→ Problem description
Across all the entries below, how many lines mention the string "gives"? Respond with a single number.

→ Data for this task
"""Input checks and small numeric constants shared by the transformation modules.

Every public function of :mod:`varstar.transform` checks its arguments with
these, so a bad input gives the same :class:`~varstar.errors.InputError`
wording whichever step it reaches first.
"""

from __future__ import annotations

import math
from typing import Any, Sequence

import numpy as np

from varstar.errors import InputError

__all__ = [
    "ONE_SIGMA_QUANTILE",
    "VAR_FLOOR",
    "as_1d",
    "check_positive",
    "finite_fields",
    "read_only",
]

#: Upper quantile of a normal distribution at +1 sigma, Phi(1).
ONE_SIGMA_QUANTILE = 0.8413447460685429
#: Smallest variance used as a weight denominator (1 micromag squared).
VAR_FLOOR = 1e-12


def read_only(a: Any, dtype: Any = float) -> np.ndarray:
    """A new array of ``a`` that cannot be written to (results are values)."""
    arr = np.array(a, dtype=dtype)
    arr.setflags(write=False)
    return arr


def as_1d(a: Any, name: str, n: int | None = None) -> np.ndarray:
    """``a`` as a one-dimensional float array (a scalar becomes one value).

    Parameters
    ----------
    a : array_like
        The values.
    name : str
        The argument's name, for the message.
    n : int, optional
        The number of values required (one per star or exposure).

    Raises
    ------
    InputError
        Not numbers, not one-dimensional, or not ``n`` values.
    """
    try:
        arr = np.asarray(a, dtype=float)
    except (TypeError, ValueError) as exc:
        raise InputError(f"{name} must be an array of numbers ({exc})") from None
    if arr.ndim == 0:
        arr = arr.reshape(1)
    if arr.ndim != 1:
        raise InputError(f"{name} must be a one-dimensional array, got shape {arr.shape}")
    if n is not None and arr.shape[0] != n:
        raise InputError(f"{name} has {arr.shape[0]} values but {n} were expected (one per star or exposure)")
    return arr


def check_positive(value: Any, name: str) -> float:
    """``value`` as a finite float > 0, or an :class:`InputError` naming ``name``."""
    try:
        v = float(value)
    except (TypeError, ValueError):
        raise InputError(f"{name} must be a positive number, got {value!r}") from None
    if not (math.isfinite(v) and v > 0):
        raise InputError(f"{name} must be a positive number, got {value!r}")
    return v


def finite_fields(obj: Any, names: Sequence[str], what: str, where: str = "") -> None:
    """Turn the named fields of a frozen dataclass into finite floats; ``*_err`` must be >= 0.

    Meant for ``__post_init__``: the fields are replaced in place by plain
    floats, so a result built from numpy scalars or integers prints the same.

    Raises
    ------
    InputError
        A field that is not a number, not finite, or a negative ``*_err``;
        the message starts with ``what`` and the field's name and ends with
        ``where``.
    """
    for name in names:
        value = getattr(obj, name)
        try:
            v = float(value)
        except (TypeError, ValueError, OverflowError):  # OverflowError: an integer too large for a float
            raise InputError(f"{what} {name} must be a number, got {value!r}{where}") from None
        if not math.isfinite(v):
            raise InputError(f"{what} {name} must be finite, got {value!r}{where}")
        if name.endswith("_err") and v < 0:
            raise InputError(f"{what} {name} must be >= 0, got {v!r}{where}")
        object.__setattr__(obj, name, v)
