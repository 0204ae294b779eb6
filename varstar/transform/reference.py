"""What a night's two ensemble solutions contribute to the transformation.

Against an ensemble of comparison stars the zero points and first-order
extinction cancel, so the transformation of a night needs only a "reference
star" made of the comparison stars (its standard and calibrated instrumental
colour), the colour the V tie refers to, the colour-extinction terms and the
calibration errors of the two bands: a :class:`NightReference`, built from
per-comparison-star arrays by :func:`night_reference`.
"""

from __future__ import annotations

import math
from dataclasses import dataclass
from typing import Any

import numpy as np
from scipy import special

from varstar.errors import InputError
from varstar.results import Result
from varstar.transform.checks import ONE_SIGMA_QUANTILE, VAR_FLOOR, as_1d, finite_fields
from varstar.transform.coefficients import Coefficients

__all__ = ["NightReference", "night_reference"]


@dataclass(frozen=True)
class NightReference(Result):
    """What a night's two ensemble solutions contribute to the transformation.

    Attributes
    ----------
    tie_colour_v : float
        ``c_tie``: catalogue B - V of the V ensemble's tie, ``sum_i u^V_i c_i``.
    ref_colour_std, ref_colour_std_err : float
        Standard B - V of the reference star (comparison stars with weights
        ``u_i`` summing to one) and its 1-sigma from the catalogue.
    ref_colour_inst, ref_colour_inst_err : float
        Its calibrated instrumental colour ``sum_i u_i (b~_i - v~_i)`` (comparison
        stars' colour-extinction-free calibrated mean magnitudes) and its 1-sigma
        from the photometry.
    kappa_b, kappa_b_err, kappa_v, kappa_v_err : float
        Second-order (colour) extinction in b and v (mag per airmass per mag of
        B - V) and 1-sigma; 0 where none is applied.
    cref_b, cref_v : float
        The colour each band's zero points refer to (NaN allowed where that
        band's kappa and its error are zero).
    cal_err_b, cal_err_v : float
        The bands' night calibration errors (ties to the catalogue).
    """

    tie_colour_v: float
    ref_colour_std: float
    ref_colour_std_err: float
    ref_colour_inst: float
    ref_colour_inst_err: float
    kappa_b: float = 0.0
    kappa_b_err: float = 0.0
    kappa_v: float = 0.0
    kappa_v_err: float = 0.0
    cref_b: float = float("nan")
    cref_v: float = float("nan")
    cal_err_b: float = 0.0
    cal_err_v: float = 0.0

    def __post_init__(self) -> None:
        finite_fields(self, (
            "tie_colour_v", "ref_colour_std", "ref_colour_std_err", "ref_colour_inst", "ref_colour_inst_err",
            "kappa_b", "kappa_b_err", "kappa_v", "kappa_v_err", "cal_err_b", "cal_err_v",
        ), "night reference")
        for band in ("b", "v"):
            cref = float(getattr(self, f"cref_{band}"))
            object.__setattr__(self, f"cref_{band}", cref)
            used = getattr(self, f"kappa_{band}") != 0 or getattr(self, f"kappa_{band}_err") != 0
            if used and not math.isfinite(cref):
                raise InputError(
                    f"night reference cref_{band} must be finite when kappa_{band} or its error is not zero: the "
                    f"colour-extinction correction needs the colour the zero points refer to"
                )


def _excess_variance(d: np.ndarray, v: np.ndarray) -> float:
    """Excess variance of ``d`` about its weighted mean (Paule & Mandel 1982, reference
    from memory): the ensemble's estimator, with this package's variance floor."""
    from varstar.ensemble import paule_mandel

    return paule_mandel(d, np.maximum(v, VAR_FLOOR))


def night_reference(
    catalog_B: Any,
    catalog_B_err: Any,
    catalog_V: Any,
    catalog_V_err: Any,
    b_mean: Any,
    b_mean_err: Any,
    v_mean: Any,
    v_mean_err: Any,
    tie_weight_v: Any,
    coeffs: Coefficients,
    *,
    kappa_b: float = float("nan"),
    kappa_b_err: float = float("nan"),
    kappa_v: float = float("nan"),
    kappa_v_err: float = float("nan"),
    cref_b: float = float("nan"),
    cref_v: float = float("nan"),
    cal_err_b: float = 0.0,
    cal_err_v: float = 0.0,
) -> NightReference:
    """Build a :class:`NightReference` from per-comparison-star arrays.

    Weights: the reference star uses ``u_i`` = the V ensemble's tie weights
    ``tie_weight_v`` restricted to stars with a finite catalogue B and V and
    finite ``b_mean`` and ``v_mean``, renormalised to sum one.  The same ``u``
    gives ``tie_colour_v`` (exact when every V-tie star has both catalogue
    magnitudes, otherwise an approximation).

    ``ref_colour_std_err`` combines the catalogue errors,
    ``sum u_i^2 (sB_i^2 + sV_i^2 + s^2)``, where ``s^2`` is the excess scatter
    (Paule & Mandel 1982) of ``c_i - mu (b~_i - v~_i)`` among the stars beyond
    their errors (catalogue colours worse than quoted); when ``s^2`` had to be
    estimated the error is widened to the Student-t 68.27% quantile with
    ``n - 1`` degrees of freedom, as the ensemble's calibration error is.
    ``ref_colour_inst_err`` is ``sqrt(sum u_i^2 (sb~_i^2 + sv~_i^2))``.

    Colour extinction: a NaN ``kappa`` means the ensemble did not fit it; then
    ``kappa_v = 0`` and ``kappa_b = coeffs.k2_bv`` (errors from ``coeffs``), and
    the reference colour stands in for the colour the zero points refer to
    (without a colour term the zero points follow the weighted mean colour of
    the comparison stars).  A NaN error of a given kappa counts as zero.

    Parameters
    ----------
    catalog_B, catalog_B_err, catalog_V, catalog_V_err : array_like
        ``(n_star,)`` catalogue magnitudes and errors (NaN error counts as zero).
    b_mean, b_mean_err, v_mean, v_mean_err : array_like
        ``(n_star,)`` colour-extinction-free calibrated mean magnitudes of the
        comparison stars (with :mod:`varstar.ensemble`: ``catalog_mag +
        star_offset`` of the stars in the fit) and their 1-sigma.
    tie_weight_v : array_like
        ``(n_star,)`` the V ensemble's tie weights (``EnsembleSolution.tie_weight``).
    coeffs : Coefficients
        For ``mu`` (excess test) and the fallback ``k2_bv``.
    kappa_b, kappa_b_err, kappa_v, kappa_v_err, cref_b, cref_v : float
        ``colour_extinction``, ``colour_extinction_err`` and ``colour_reference``
        of the two ensembles.
    cal_err_b, cal_err_v : float
        ``calibration_err`` of the two ensembles.

    Returns
    -------
    NightReference

    Raises
    ------
    InputError
        No comparison star in the V tie has both catalogue colours and both
        calibrated means.
    """
    if not isinstance(coeffs, Coefficients):
        raise InputError(f"coeffs must be a Coefficients, got {type(coeffs).__name__}")
    u_all = as_1d(tie_weight_v, "tie_weight_v")
    n = u_all.size
    cB, cV = as_1d(catalog_B, "catalog_B", n), as_1d(catalog_V, "catalog_V", n)
    bm, vm = as_1d(b_mean, "b_mean", n), as_1d(v_mean, "v_mean", n)
    eB, eV, eb, ev = (
        np.nan_to_num(np.abs(as_1d(a, nm, n)), nan=0.0)
        for a, nm in ((catalog_B_err, "catalog_B_err"), (catalog_V_err, "catalog_V_err"),
                      (b_mean_err, "b_mean_err"), (v_mean_err, "v_mean_err"))
    )
    sel = np.isfinite(cB) & np.isfinite(cV) & np.isfinite(bm) & np.isfinite(vm) & np.isfinite(u_all) & (u_all > 0)
    if not np.any(sel):
        raise InputError(
            "no comparison star in the V ensemble's tie has catalogue B and V and calibrated means in both bands: "
            "the colour transformation needs at least one (better three or more); give catalogue B magnitudes"
        )
    u = u_all[sel] / u_all[sel].sum()
    c = (cB - cV)[sel]
    r = (bm - vm)[sel]
    ref_std = float(u @ c)
    ref_inst = float(u @ r)
    cat_var = eB[sel] ** 2 + eV[sel] ** 2
    inst_var = eb[sel] ** 2 + ev[sel] ** 2
    mu = coeffs.mu_bv
    s2 = _excess_variance(c - mu * r, cat_var + mu * mu * inst_var)
    ref_std_err = math.sqrt(float(np.sum(u**2 * (cat_var + s2))))
    n_sel = int(np.count_nonzero(sel))
    if s2 > 0 and n_sel >= 2:
        ref_std_err *= float(special.stdtrit(n_sel - 1, ONE_SIGMA_QUANTILE))
    ref_inst_err = math.sqrt(float(np.sum(u**2 * inst_var)))

    def pick(k: float, k_err: float, fallback: float, fallback_err: float, cref: float) -> tuple[float, float, float]:
        k, k_err, cref = float(k), float(k_err), float(cref)
        if math.isfinite(k):
            return k, (k_err if math.isfinite(k_err) else 0.0), cref
        return fallback, fallback_err, ref_std

    kb, kb_err, crb = pick(kappa_b, kappa_b_err, coeffs.k2_bv, coeffs.k2_bv_err, cref_b)
    kv, kv_err, crv = pick(kappa_v, kappa_v_err, 0.0, 0.0, cref_v)
    return NightReference(
        tie_colour_v=ref_std,
        ref_colour_std=ref_std,
        ref_colour_std_err=ref_std_err,
        ref_colour_inst=ref_inst,
        ref_colour_inst_err=ref_inst_err,
        kappa_b=kb,
        kappa_b_err=kb_err,
        kappa_v=kv,
        kappa_v_err=kv_err,
        cref_b=crb,
        cref_v=crv,
        cal_err_b=float(cal_err_b),
        cal_err_v=float(cal_err_v),
    )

→ Solution for this exercise
2